- Task prompt
Below is a listing. Write out exactly its lines between the one holding "EpisodeClock; causal: string;" and the one holding "marks: episode.visits.map((visit) =>", inclusive.

- Available data
━━━━

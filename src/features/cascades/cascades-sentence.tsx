import type { Finding as Pair, FindingSummary } from '../../../shared/findings';
import { Finding, Strong } from '../../components/ui/finding';
import type { Formats } from '../../lib/format';
import { PairSentence } from './finding-sentence';

type Props = {
  findings: readonly Pair[];
  summary: FindingSummary;
  /** Where the page is narrowed to one. */
  modelName: string | undefined;
  windowDays: number;
  formats: Formats;
};

/** The strongest pair, or that there is none, with how many were looked at. */
export function CascadesSentence({ findings, summary, modelName, windowDays, formats }: Props) {
  const cascades = findings.filter(({ kind }) => kind === 'cascade');
  const [strongest] = [...cascades].sort(
    (a, b) => b.leftIn.returns - a.leftIn.returns || b.episodesWithBoth - a.episodesWithBoth,
  );
  if (summary.asOf === null) {
    return (
      <Finding>
        The records have not been read together yet. Once they have, this page says what takes what with it.
      </Finding>
    );
  }
  if (strongest) {
    const more = cascades.length - 1;
    return (
      <Finding>
        <PairSentence finding={strongest} windowDays={windowDays} formats={formats} />
        {more > 0 && <> {more === 1 ? 'One more pair holds' : `${formats.count(more)} more pairs hold`}.</>}
      </Finding>
    );
  }
  const where = modelName ? `on the ${modelName}` : 'on any model';
  return (
    <Finding>
      <Strong>No part</Strong> is shown to take another with it {where}
      {findings.length > 0 && <>, though {formats.counted(findings.length, 'pair')} fail together</>}:{' '}
      {formats.counted(summary.pairsExamined, 'pair')} on {formats.counted(summary.models, 'model')} were
      examined.
      {summary.pairsExamined === 0 && ' It takes failures whose component and reason are written down.'}
    </Finding>
  );
}
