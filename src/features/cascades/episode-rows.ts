import type { FindingWhole } from '../../../shared/findings';
import type { EpisodeRow } from '../../components/charts/episode-chart';
import type { Formats } from '../../lib/format';
import { paths } from '../../paths';

type Episode = FindingWhole['cases'][number];
export type EpisodeClock = 'hours' | 'days';

const SPEAKS = ['for', 'against', 'neutral'] as const;
/** Hours are shown where nearly all episodes have them at every visit. */
const ENOUGH_WITH_HOURS = 0.8;

const hasHours = (episode: Episode) => episode.visits.every(({ hoursIn }) => hoursIn !== null);

export function usualClock(all: readonly Episode[]): EpisodeClock {
  const cases = all.filter(({ visits }) => visits.length > 1);
  return cases.filter(hasHours).length >= cases.length * ENOUGH_WITH_HOURS ? 'hours' : 'days';
}

const placeOf = (visit: Episode['visits'][number], clock: EpisodeClock): number =>
  Math.max(0, clock === 'hours' ? (visit.hoursIn ?? 0) : visit.daysIn);

const lengthOf = (episode: Episode, clock: EpisodeClock): number =>
  Math.max(0, ...episode.visits.map((visit) => placeOf(visit, clock)));

/** Those that can be drawn on this clock: for, against, neutral; each the longest first. One visit is no line. */
export function drawable(cases: readonly Episode[], clock: EpisodeClock): Episode[] {
  return cases
    .filter((episode) => episode.visits.length > 1 && (clock === 'days' || hasHours(episode)))
    .sort(
      (a, b) =>
        SPEAKS.indexOf(a.speaks) - SPEAKS.indexOf(b.speaks) || lengthOf(b, clock) - lengthOf(a, clock),
    );
}

/** Evenly picked through the order, so that what speaks against is among them in its proportion. */
export function evenly<Item>(items: readonly Item[], most: number): Item[] {
  if (items.length <= most) return [...items];
  const step = (items.length - 1) / (most - 1);
  return Array.from({ length: most }, (_, index) => items[Math.round(index * step)]).filter(
    (item) => item !== undefined,
  );
}

type Words = { clock: EpisodeClock; causal: string; resultant: string; formats: Formats };

export function episodeRow(
  episode: Episode,
  index: number,
  { clock, causal, resultant, formats }: Words,
): EpisodeRow {
  const place = (visit: Episode['visits'][number]) =>
    clock === 'hours' ? formats.hours(placeOf(visit, clock), 0) : formats.days(placeOf(visit, clock));
  const lines = episode.visits.map((visit) => {
    const names = [visit.causal ? causal : '', visit.resultant ? resultant : ''].filter(Boolean);
    return `${formats.day(visit.on)}, ${place(visit)}: ${names.join(' and ') || 'neither'} (${visit.repair.name})`;
  });
  return {
    id: `${episode.unit.id} ${index}`,
    name: episode.unit.name,
    href: paths.unit(episode.unit.id),
    label: `${episode.unit.name}: ${episode.why} ${lines.join('; ')}`,
    tip: { heading: episode.unit.name, lines: [episode.why, ...lines] },
    marks: episode.visits.map((visit) => ({
      at: placeOf(visit, clock),
      shape:
        visit.causal && visit.resultant
          ? 'both'
          : visit.causal
            ? 'diamond'
            : visit.resultant
              ? 'dot'
              : 'ring',
    })),
  };
}

/** From the first visit to the end of the longest trouble, in round steps. */
export function episodeScale(cases: readonly Episode[], clock: EpisodeClock) {
  const longest = Math.max(1, ...cases.map((episode) => lengthOf(episode, clock)));
  const step = [1, 2, 5, 10, 20, 50, 100, 200, 500].find((size) => longest / size <= 5) ?? 1000;
  const count = Math.ceil(longest / step);
  return {
    end: count * step,
    ticks: Array.from({ length: count + 1 }, (_, index) => ({
      at: index * step,
      text:
        index === count ? `${index * step}\u202f${clock === 'hours' ? 'h' : 'days'}` : String(index * step),
    })),
  };
}
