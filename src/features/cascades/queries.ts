import { queryOptions } from '@tanstack/react-query';
import type { Finding, FindingSummary, FindingWhole } from '../../../shared/findings';
import { apiGet, type List } from '../../lib/api';

export const findingsQuery = (modelId: string | undefined) =>
  queryOptions({
    queryKey: ['cascades', 'list', modelId ?? 'all'],
    queryFn: ({ signal }) => apiGet<List<Finding>>('/cascades', { modelId }, signal),
  });

export const findingSummaryQuery = queryOptions({
  queryKey: ['cascades', 'summary'],
  queryFn: ({ signal }) => apiGet<FindingSummary>('/cascades/summary', {}, signal),
});

export const findingQuery = (id: string) =>
  queryOptions({
    queryKey: ['cascades', 'detail', id],
    queryFn: ({ signal }) => apiGet<FindingWhole>(`/cascades/${id}`, {}, signal),
  });
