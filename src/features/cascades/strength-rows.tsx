import type { ReactNode } from 'react';
import type { FindingWhole } from '../../../shared/findings';
import type { Formats } from '../../lib/format';
import { chanceWords, countedShare, EVIDENCE_WORDS, lowered, ratioWords, thing } from './finding-words';

export type StrengthRow = { id: string; question: string; counts: ReactNode; answer: ReactNode };

/**
 * How strong a pair is, question by question. The counts of a row add up to the number that its question names:
 * what the API leaves out of them is the rest of that sum, and is said.
 */
export function strengthRows(finding: FindingWhole, windowDays: number, formats: Formats): StrengthRow[] {
  const isCascade = finding.kind === 'cascade';
  return [
    ...(isCascade ? [returnsRow(finding, windowDays, formats)] : []),
    nearRow(finding, formats),
    firstRow(finding, formats),
    ...(isCascade ? [endedRow(finding, formats)] : []),
    ...(isCascade && finding.spentCents > 0 ? [spentRow(finding, formats)] : []),
    chanceRow(finding, formats),
    {
      id: 'evidence',
      question: 'What is shown',
      counts: <strong className="font-heading">{EVIDENCE_WORDS[finding.evidence].short}</strong>,
      answer: EVIDENCE_WORDS[finding.evidence].long,
    },
  ];
}

function returnsRow(finding: FindingWhole, windowDays: number, formats: Formats): StrengthRow {
  const { causal, resultant, resultantFailures, leftIn, replaced } = finding;
  const unjudged = resultantFailures - leftIn.of - replaced.of;
  const ratio = ratioWords(finding.returnRatio, finding.returnRatioInterval, formats);
  return {
    id: 'returns',
    question: `Of ${formats.counted(resultantFailures, `${lowered(resultant)} replacement`)}, trouble back within ${windowDays} days`,
    counts: (
      <>
        {thing(causal)} left in: {countedShare(leftIn, formats)}
        <br />
        {thing(causal)} replaced too: {countedShare(replaced, formats)}
        {unjudged > 0 && (
          <>
            <br />
            {formats.count(unjudged)} too young to judge
          </>
        )}
      </>
    ),
    answer: ratio ? `${ratio} as likely where it was left in` : 'The two cannot be compared yet.',
  };
}

function nearRow(finding: FindingWhole, formats: Formats): StrengthRow {
  const { causal, resultant, resultantFailures, resultantNearCausal, resultantAlone, shareExplained } =
    finding;
  const ratio = ratioWords(finding.excessRatio, finding.excessRatioInterval, formats);
  const expected = finding.expectedNear;
  return {
    id: 'near',
    question: `Of ${formats.counted(resultantFailures, `${lowered(resultant)} replacement`)}, near one of ${thing(causal)}`,
    counts: (
      <>
        {formats.count(resultantNearCausal)} in a trouble with both, {formats.count(resultantAlone)} without
        {shareExplained !== null && <> ({formats.percent(shareExplained, 0)} near)</>}
      </>
    ),
    answer:
      expected === null || ratio === null
        ? 'What their ages explain is not known.'
        : `${formats.counted(finding.episodesWithBoth, 'trouble')} with both, where their ages explain ${formats.number(expected, 1)}: ${ratio} as many`,
  };
}

function firstRow(finding: FindingWhole, formats: Formats): StrengthRow {
  const { causal, resultant, episodesWithBoth, causalFirst, resultantFirst, medianDays, medianHours } =
    finding;
  const together = episodesWithBoth - causalFirst - resultantFirst;
  const apart = [
    medianDays === null ? '' : formats.days(medianDays),
    medianHours === null ? '' : formats.hours(medianHours, 0),
  ].filter(Boolean);
  return {
    id: 'first',
    question: `Of ${formats.counted(episodesWithBoth, 'trouble')} with both, what was replaced first`,
    counts: `${lowered(resultant)} ${formats.count(resultantFirst)}, ${lowered(causal)} ${formats.count(causalFirst)}, both at once ${formats.count(together)}`,
    answer:
      apart.length === 0
        ? 'Never at different visits.'
        : `Half of them within ${apart.join(' and ')} of each other. What is replaced first is not what failed first.`,
  };
}

function endedRow(finding: FindingWhole, formats: Formats): StrengthRow {
  const { causal, resultant, episodesWithBoth, endedByCausal, endedByResultant } = finding;
  const both = episodesWithBoth - endedByCausal - endedByResultant;
  return {
    id: 'ended',
    question: `Of ${formats.counted(episodesWithBoth, 'trouble')} with both, what ended it`,
    counts: `${lowered(causal)} alone ${formats.count(endedByCausal)}, both at once ${formats.count(both)}, ${lowered(resultant)} alone ${formats.count(endedByResultant)}`,
    answer: `${thing(causal)} was in the last repair of ${formats.count(endedByCausal + both)}`,
  };
}

function spentRow(finding: FindingWhole, formats: Formats): StrengthRow {
  const spoken = finding.cases.filter(({ speaks }) => speaks === 'for');
  const repairs = new Set(spoken.flatMap(({ visits }) => visits.map(({ repair }) => repair.id))).size;
  return {
    id: 'spent',
    question: `Spent on ${thing(finding.resultant)} and on extra visits before the cure`,
    counts: formats.wholeMoney(finding.spentCents),
    answer: `over ${formats.counted(repairs, 'repair')} of ${formats.counted(spoken.length, 'trouble')}, listed below`,
  };
}

function chanceRow(finding: FindingWhole, formats: Formats): StrengthRow {
  const borrowed = finding.borrowedFrom.length;
  return {
    id: 'chance',
    question: 'Could it be chance?',
    counts: chanceWords(finding.qValue, formats),
    answer: `${
      finding.isDeclared ? 'A chain that the trade knows, named before the records were read. ' : ''
    }Of all pairs shown, at most 1 in 20 is expected to be chance.${
      borrowed > 0 ? ' This model has few machines: others lent strength, see below.' : ''
    }`,
  };
}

━━━━

- Written answer
type Words = { clock: EpisodeClock; causal: string; resultant: string; formats: Formats };

export function episodeRow(
  episode: Episode,
  index: number,
  { clock, causal, resultant, formats }: Words,
): EpisodeRow {
  const place = (visit: Episode['visits'][number]) =>
    clock === 'hours' ? formats.hours(placeOf(visit, clock), 0) : formats.days(placeOf(visit, clock));
  const lines = episode.visits.map((visit) => {
    const names = [visit.causal ? causal : '', visit.resultant ? resultant : ''].filter(Boolean);
    return `${formats.day(visit.on)}, ${place(visit)}: ${names.join(' and ') || 'neither'} (${visit.repair.name})`;
  });
  return {
    id: `${episode.unit.id} ${index}`,
    name: episode.unit.name,
    href: paths.unit(episode.unit.id),
    label: `${episode.unit.name}: ${episode.why} ${lines.join('; ')}`,
    tip: { heading: episode.unit.name, lines: [episode.why, ...lines] },
    marks: episode.visits.map((visit) => ({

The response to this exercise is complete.